Security, safety standards key inside Grand Gulf

Published 12:00 am Sunday, August 5, 2001

PORT GIBSON – Visitors get an up-close look at the rigid safety and security standards at Grand Gulf Nuclear Station. Queries, paperwork, radiation scanners, protective suits, badges, goggles, earplugs and many heavy locked doors stand between the outsider guest and the inside of the plant. Evidence of security measures enforced even among seasoned employees is evident, as well.

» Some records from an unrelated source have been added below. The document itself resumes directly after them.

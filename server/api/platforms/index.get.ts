import { Op } from 'sequelize'
import { Platform } from '../../models'

export default defineEventHandler(async (event) => {
  const user = await requireUser(event)
  const rows = await Platform.findAll({ where: { [Op.or]: [{ workshopId: null }, { workshopId: user.workshopId }] }, order: [['motorMaxRpm', 'ASC'], ['key', 'ASC']] })
  return { items: rows.map(platformView), total: rows.length }
})
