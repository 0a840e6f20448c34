// "What it does to this car": the evaluation's figures as the rows of the figures panel.
import type { Evaluation, FigureName } from '~~/shared/compute/types'
import type { VehicleSpec } from '~~/shared/schemas/vehicle-spec'
import { decelText, formatFigure, hoursText, powerText, speedText, type UnitPreference } from './tune-format'

export interface FigureRow { key: string, group: string, label: string, value: string, detail?: string, reason?: string }

const limitWords: Record<string, string> = {
  'speed limit': 'the controller speed limit',
  'motor rpm': 'the motor\'s top speed',
  'road load': 'drag and rolling resistance',
  'torque': 'motor torque',
  'traction': 'the driven tyres\' grip'
}

const g = (x: number | null | undefined) => formatFigure(x, 2)
const num = (x: unknown) => (typeof x === 'number' && Number.isFinite(x) ? x : null)

export function figureRows(e: Evaluation, spec: VehicleSpec, parameters: Record<string, unknown>, units: UnitPreference): FigureRow[] {
  const f = e.figures
  const why = (name: FigureName) => e.nullReasons[name]
  const grip = f.regenGripLimitMs2
  const row = (key: FigureName | string, group: string, label: string, value: string, detail?: string): FigureRow =>
    ({ key, group, label, value, detail, reason: value.startsWith('—') ? why(key as FigureName) : undefined })
  // The role values in their own units, whatever units the drive unit's settings are in.
  const cap = num(e.roles?.powerCapKw ?? parameters.powerCapKw)
  const controllerA = num(e.roles?.batteryDischargeLimitA ?? parameters.batteryDischargeLimitA)
  return [
    row('zeroTo50S', 'Performance', '0–50 km/h', f.zeroTo50S === null ? '—' : `${formatFigure(f.zeroTo50S, 1)} s`),
    row('zeroTo100S', 'Performance', '0–100 km/h', f.zeroTo100S === null ? '—' : `${formatFigure(f.zeroTo100S, 1)} s`),
    row('topSpeedKph', 'Performance', 'Top speed', speedText(f.topSpeedKph, units),
      f.topSpeedLimitedBy ? `limited by ${limitWords[f.topSpeedLimitedBy] ?? f.topSpeedLimitedBy}` : undefined),
    row('maxWheelForceN', 'Performance', 'Most pull at the wheels', f.maxWheelForceN === null ? '—' : `${formatFigure(f.maxWheelForceN, 0)} N`),
    row('powerRatioToOriginal', 'Performance', 'Power against the original engine', f.powerRatioToOriginal === null ? '—' : `${formatFigure(f.powerRatioToOriginal, 2)} ×`,
      `${powerText(cap, units)} against ${powerText(spec.originalEnginePowerKw, units)}`),
    row('maxStartGradePct', 'Hills and creep', 'Steepest hill start', f.maxStartGradePct === null ? '—' : `${formatFigure(f.maxStartGradePct, 1)} %`,
      f.startGradeLimitedBy ? `limited by ${limitWords[f.startGradeLimitedBy] ?? f.startGradeLimitedBy}` : undefined),
    row('creepHoldGradePct', 'Hills and creep', 'Creep holds the car on', f.creepHoldGradePct === null ? '—' : `${formatFigure(f.creepHoldGradePct, 1)} %`),
    row('liftOffDecelMs2', 'Regenerative braking', 'Lift-off deceleration at 50 km/h', decelText(f.liftOffDecelMs2),
      `grip limit of the driven axle alone: wet ${g(grip.wet)} m/s², snow ${g(grip.snow)} m/s²`),
    row('brakeRegenDecelMs2', 'Regenerative braking', 'Brake regen deceleration at 50 km/h', decelText(f.brakeRegenDecelMs2)),
    row('regenGripLimitMs2', 'Regenerative braking', 'Driven-axle grip limit for regen', `dry ${g(grip.dry)} · wet ${g(grip.wet)} · snow ${g(grip.snow)} m/s²`),
    row('peakDischargeCurrentA', 'Battery', 'Battery current at the power cap', f.peakDischargeCurrentA === null ? '—' : `${formatFigure(f.peakDischargeCurrentA, 0)} A`,
      `controller limit ${formatFigure(controllerA, 0)} A · pack rating ${formatFigure(spec.packMaxDischargeCurrentA, 0)} A`),
    row('chargeTime10to80H', 'Battery', 'Charge 10 → 80 %', hoursText(f.chargeTime10to80H), `on the ${formatFigure(spec.chargerPowerKw, 1)} kW charger`),
    row('tyreLoadPerTyreKg', 'Tyres', 'Load per tyre, front · rear', `${formatFigure(f.tyreLoadPerTyreKg.front, 0)} · ${formatFigure(f.tyreLoadPerTyreKg.rear, 0)} kg`,
      `rated ${formatFigure(f.tyreLoadCapacityKg.front, 0)} · ${formatFigure(f.tyreLoadCapacityKg.rear, 0)} kg`),
    row('tyreSpeedRatingKph', 'Tyres', 'Tyre speed rating', speedText(f.tyreSpeedRatingKph, units),
      f.topSpeedKph === null ? undefined : `top speed ${speedText(f.topSpeedKph, units)}`),
    row('testMassKg', 'Tyres', 'Test mass (kerb + payload)', f.testMassKg === null ? '—' : `${formatFigure(f.testMassKg, 0)} kg`)
  ]
}
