// The safety rules on the tune sheet: their titles (shared with the history) and their order.
export { ruleTitles } from '~~/shared/compute/rule-titles'

export const severityOrder = { danger: 0, caution: 1, info: 2 } as const
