import { platformKeyParamSchema } from '../../../shared/schemas/platform'

export default defineEventHandler(async (event) => {
  const { key } = await getValidatedRouterParams(event, zodValidator(platformKeyParamSchema))
  const user = await requireUser(event)
  const platform = await findWorkshopPlatform(key, user.workshopId)
  if (!platform) throw createError({ statusCode: 404, message: `No drive unit "${key}" in this workshop.` })
  return platformView(platform)
})
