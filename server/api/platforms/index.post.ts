import { platformUploadSchema } from '../../../shared/schemas/platform'

export default defineEventHandler(async (event) => {
  const admin = await requireRole(event, 'admin')
  const input = await readValidatedBody(event, zodValidator(platformUploadSchema))
  setResponseStatus(event, 201)
  return createPlatform(admin, input)
})
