class InvalidChanges(ValueError):
    def __init__(self, form):
        self.fields = {name: list(errors) for name, errors in form.errors.items()}
        super().__init__("; ".join(f"{name}: {' '.join(errors)}" for name, errors in self.fields.items()))


def _changes(scenario: Scenario, data) -> dict:
    form = get_kind(scenario.kind).changes_form(data)
    if not form.is_valid():
        raise InvalidChanges(form)
    return form.changes()


def _results_context(result_reading: reading.Reading) -> dict:
    charts = result_reading.kind.figures(result_reading.result)
    figures = {name: chart["figure"] for name, chart in charts.items()}
    return {"result": result_reading.result, "reading": result_reading, "charts": charts, "figures": figures}


@login_required
@require_GET
def scenario_list(request):
    scenarios = Scenario.objects.filter(owner=request.user)
    shared = permissions.shared_with(request.user)
    return render(request, "planner/scenario_list.html", {"scenarios": scenarios, "shared": shared})


@login_required
@require_GET
def scenario_new(request):
    kinds = all_kinds()
    if len(kinds) == 1:
        return redirect("scenario_new_kind", kind=kinds[0].key)
    return render(request, "planner/scenario_new.html", {"kinds": kinds})


@login_required
@require_http_methods(["GET", "POST"])
def scenario_new_kind(request, kind: str):
    kind = get_kind(kind)
    form = kind.scenario_form(request.POST or None)
    if form.is_valid():
        try:
            scenario = services.scenario_create(owner=request.user, kind=kind.key, **scenario_values(form))
        except ValueError as exc:  # the plan cannot be computed (ComputeTooLarge or an engine limit)
            form.add_error(None, f"Nothing was saved. {exc}")
        else:
            messages.success(request, f"Saved “{scenario.title}”.")
            return redirect(scenario)
    return render(request, "planner/scenario_form.html", {"form": form, "kind": kind})


@login_required
@require_http_methods(["GET", "POST"])
def scenario_edit(request, pk: int):
    if request.method == "POST":
        return _scenario_edit_save(request, pk)
    scenario = get_scenario_for(request.user, pk, EDIT)
    kind = get_kind(scenario.kind)
    form = kind.scenario_form(initial=scenario_initial(scenario, kind))
    return _edit_page(request, form, kind, scenario, based_on=scenario.version)


def _edit_page(request, form, kind, scenario, *, based_on, status=200, **extra):
    context = {"form": form, "kind": kind, "scenario": scenario, "based_on": based_on} | extra
    return render(request, "planner/scenario_form.html", context, status=status)


def _scenario_edit_save(request, pk: int):
    """Save an edit started from the version the form names; a conflict or a deleted plan keeps the values."""
    base = EditBaseForm(request.POST)
    try:
        scenario = get_scenario_for(request.user, pk, EDIT)
    except Http404:
        return _edit_of_missing_plan(request, base)
    kind = get_kind(scenario.kind)
    form = kind.scenario_form(request.POST)
    based_on = base.cleaned_data["version"] if base.is_valid() else None
    if not form.is_valid():
        return _edit_page(request, form, kind, scenario, based_on=based_on)
    try:
        if based_on is None:  # a form from before versions were kept: treat it as stale
            raise services.EditConflict(current=scenario, based_on=None)
        services.scenario_update(scenario=scenario, editor=request.user, based_on=based_on, **scenario_values(form))
    except services.EditConflict as exc:
        return _edit_conflict(request, form, kind, exc.current, based_on)
    except services.PlanGone:
        return _edit_of_missing_plan(request, base)
    except ValueError as exc:  # the plan cannot be computed (ComputeTooLarge or an engine limit)
        form.add_error(None, f"Nothing was saved. {exc}")
        return _edit_page(request, form, kind, scenario, based_on=based_on)
    messages.success(request, f"Updated “{scenario.title}”.")
    return redirect(scenario)


def _edit_conflict(request, form, kind, current, based_on):
    """409: what was saved since the edit began, beside the refused values, which stay in the form."""
    versions = {v.number: v for v in current.versions.select_related("saved_by").filter(number__in=[based_on or 0])}
    latest = current.versions.select_related("saved_by").first()
    base = version_diff.snapshot(versions[based_on]) if based_on in versions else None
    rows = version_diff.conflict(kind, base=base, current=version_diff.snapshot(current), form=form)
    conflict = {"rows": rows, "base": based_on, "latest": latest}
    return _edit_page(request, form, kind, current, based_on=current.version, status=409, conflict=conflict)


def _edit_of_missing_plan(request, base):
    """404, as for any plan out of reach, but with the values sent kept in a form that saves them as a new plan."""
    if not base.is_valid():
        raise Http404("No such scenario")
    kind = get_kind(base.cleaned_data["kind"])
    form = kind.scenario_form(request.POST)
    context = {"form": form, "kind": kind, "gone": True}
    return render(request, "planner/scenario_form.html", context, status=404)


@login_required
@require_http_methods(["GET", "POST"])
def scenario_delete(request, pk: int):
    scenario = get_scenario_for(request.user, pk, OWN)
    if request.method == "POST":
        services.scenario_delete(scenario=scenario)
        messages.success(request, f"Deleted “{scenario.title}”.")
        return redirect("scenario_list")
    return render(request, "planner/scenario_confirm_delete.html", {"scenario": scenario})


@login_required
@require_GET
def scenario_results(request, pk: int):
    scenario = get_scenario_for(request.user, pk)
    kind = get_kind(scenario.kind)
    context = {"scenario": scenario, "kind": kind, "save_form": SaveAsNewForm()}
    try:
        context["params"] = scenario.params
        context |= _saved_context(scenario)
    except ValueError as exc:
        context["error"] = str(exc)
    return render(request, "planner/scenario_results.html", context)
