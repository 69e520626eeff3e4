import Add from '@mui/icons-material/Add';
import Button from '@mui/material/Button';
import Stack from '@mui/material/Stack';
import Typography from '@mui/material/Typography';
import type { QueryClient } from '@tanstack/react-query';
import { Link as RouterLink, type LoaderFunctionArgs } from 'react-router-dom';
import { PageHeader } from '../../components/ui/page-header';
import { Loading, QueryError } from '../../components/ui/query-state';
import { paths } from '../../config/paths';
import { daysQueryOptions, useDays } from '../../features/day/api/get-days';
import { DayList } from '../../features/day/components/day-list';
import { dayPaths } from '../../features/day/utils/day-paths';
import { pastDaysQueryOptions, usePastDays } from '../../features/journal/api/journal-api';
import { PastDayList } from '../../features/journal/components/past-day-list';
import { kitchenQueryOptions } from '../../features/kitchens/api/get-kitchen';
import { ensureQuietly, WithKitchen } from './with-kitchen';

export const clientLoader =
  (queryClient: QueryClient) =>
  ({ params }: LoaderFunctionArgs) =>
    ensureQuietly(
      Promise.all([
        queryClient.ensureQueryData(kitchenQueryOptions(params.kitchenId ?? '')),
        queryClient.ensureQueryData(daysQueryOptions(params.kitchenId ?? '')),
        queryClient.ensureQueryData(pastDaysQueryOptions(params.kitchenId ?? '')),
      ]),
    );

/** Open days as the day feature lists them; closed days with their figures and their journal. */
function Days({ kitchenId }: { kitchenId: string }) {
  const days = useDays(kitchenId);
  const past = usePastDays(kitchenId);
  if (days.isPending) return <Loading label="Loading the days" />;
  if (days.isError) return <QueryError error={days.error} onRetry={() => void days.refetch()} />;
  const closed = past.data?.filter((d) => d.status === 'closed') ?? [];
  return (
    <Stack spacing={3}>
      <DayList days={days.data.filter((d) => d.status === 'open')} />
      <Stack component="section" spacing={2} aria-labelledby="past-days">
        <Typography id="past-days" variant="h2">
          Past days
        </Typography>
        {past.isError ? <QueryError error={past.error} onRetry={() => void past.refetch()} /> : null}
        {past.isPending ? (
          <Loading label="Loading the past days" />
        ) : (
          <PastDayList
            days={closed}
            journalHref={(d) => paths.journal(kitchenId, d.id)}
            planHref={(d) => dayPaths.plan(kitchenId, d.id)}
          />
        )}
      </Stack>
    </Stack>
  );
}

/** /kitchens/:kitchenId/days: the kitchen's canning days, open ones first, and a new one for a lead. */
export default function DaysRoute() {
  return (
    <WithKitchen>
      {(kitchen) => (
        <Stack spacing={2}>
          <PageHeader
            title="Canning days"
            back={{ to: paths.kitchen(kitchen.id), label: kitchen.name }}
            actions={
              kitchen.role === 'lead' ? (
                <Button component={RouterLink} to={dayPaths.start(kitchen.id)} variant="contained" startIcon={<Add />}>
                  Start a canning day
                </Button>
              ) : null
            }
          />
          <Button component={RouterLink} to={paths.planner(kitchen.id)} variant="outlined">
            Plan a day
          </Button>
          <Days kitchenId={kitchen.id} />
        </Stack>
      )}
    </WithKitchen>
  );
}
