import ContentCopy from '@mui/icons-material/ContentCopy';
import type { KitchenView } from '@jarday/contracts';
import Alert from '@mui/material/Alert';
import Button from '@mui/material/Button';
import type { QueryClient } from '@tanstack/react-query';
import { useNavigate, useParams, type LoaderFunctionArgs } from 'react-router-dom';
import { PageHeader } from '../../components/ui/page-header';
import { Loading, QueryError } from '../../components/ui/query-state';
import { paths } from '../../config/paths';
import { cannersQueryOptions, useCanners } from '../../features/canners/api/get-canners';
import { kitchenQueryOptions } from '../../features/kitchens/api/get-kitchen';
import { useCopyRecipe } from '../../features/recipes/api/copy-recipe';
import { starterQueryOptions, useStarter } from '../../features/recipes/api/get-starter';
import { LocalPlanPanel } from '../../features/recipes/components/local-plan-panel';
import { RecipeReadView } from '../../features/recipes/components/recipe-read-view';
import { RecipeLoadError } from './recipe-missing';
import { ensureQuietly, WithKitchen } from './with-kitchen';

export const clientLoader =
  (queryClient: QueryClient) =>
  ({ params }: LoaderFunctionArgs) => {
    const kitchenId = params.kitchenId ?? '';
    return ensureQuietly(
      Promise.all([
        queryClient.ensureQueryData(kitchenQueryOptions(kitchenId)),
        queryClient.ensureQueryData(starterQueryOptions(params.starterId ?? '')),
        queryClient.ensureQueryData(cannersQueryOptions(kitchenId)),
      ]),
    );
  };

function StarterPage({ kitchen }: { kitchen: KitchenView }) {
  const { starterId = '' } = useParams();
  const starter = useStarter(starterId);
  const canners = useCanners(kitchen.id);
  const navigate = useNavigate();
  const copy = useCopyRecipe(kitchen.id, {
    onSuccess: (recipe) =>
      void navigate(paths.recipe(kitchen.id, recipe.id), { state: { notice: { kind: 'copied' } } }),
  });
  const back = { to: paths.recipes(kitchen.id), label: 'Recipe box' };

  if (starter.isPending) return <Loading label="Loading the recipe" />;
  if (starter.isError) {
    return (
      <>
        <PageHeader title="Starter recipe" back={back} />
        <RecipeLoadError kitchenId={kitchen.id} error={starter.error} onRetry={() => void starter.refetch()} />
      </>
    );
  }
  const plan = canners.isPending ? (
    <Loading label="Loading canners" />
  ) : canners.isError ? (
    <QueryError error={canners.error} onRetry={() => void canners.refetch()} />
  ) : (
    <LocalPlanPanel kitchen={kitchen} recipe={starter.data} canners={canners.data} />
  );

  return (
    <>
      <PageHeader
        title={starter.data.name}
        subtitle="Starter recipe, from published tables"
        back={back}
        actions={
          kitchen.role === 'lead' ? (
            <Button
              variant="contained"
              startIcon={<ContentCopy />}
              disabled={copy.isPending}
              onClick={() => copy.mutate(starter.data.id)}
            >
              {copy.isPending ? 'Copying…' : 'Copy to my kitchen'}
            </Button>
          ) : null
        }
      />
      {copy.isError ? (
        <Alert severity="error" sx={{ mb: 3 }}>
          {copy.error.message}
        </Alert>
      ) : null}
      <RecipeReadView kitchen={kitchen} recipe={starter.data} canners={canners.data ?? []} plan={plan} />
    </>
  );
}

export default function RecipeStarterRoute() {
  return <WithKitchen>{(kitchen) => <StarterPage kitchen={kitchen} />}</WithKitchen>;
}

At the main entrance to the large auxiliary building, Vincent Bonds of Natchez checks in visitors, passing out papers to sign and white plastic-like suits for them to don, all the while explaining the process. A health physics technician, Bonds and those who work in his department monitor the radiation doses of every employee working in the plant. Behind a counter, the health techs move about busily, surrounded by expansive control panels and radiation-savvy check points, where machines with unnerving warning blasts, announce any out-of-the-ordinary finding on person or thing.

Bonds demonstrated the small individual monitors worn by visitors and workers alike, showing its zero reading for millirems, the measurement used for keeping track of a person’s exposure to radiation. Upon return to the checkpoint after the plant tour, Bonds placed each monitor in a machine to check for any change in the radiation level.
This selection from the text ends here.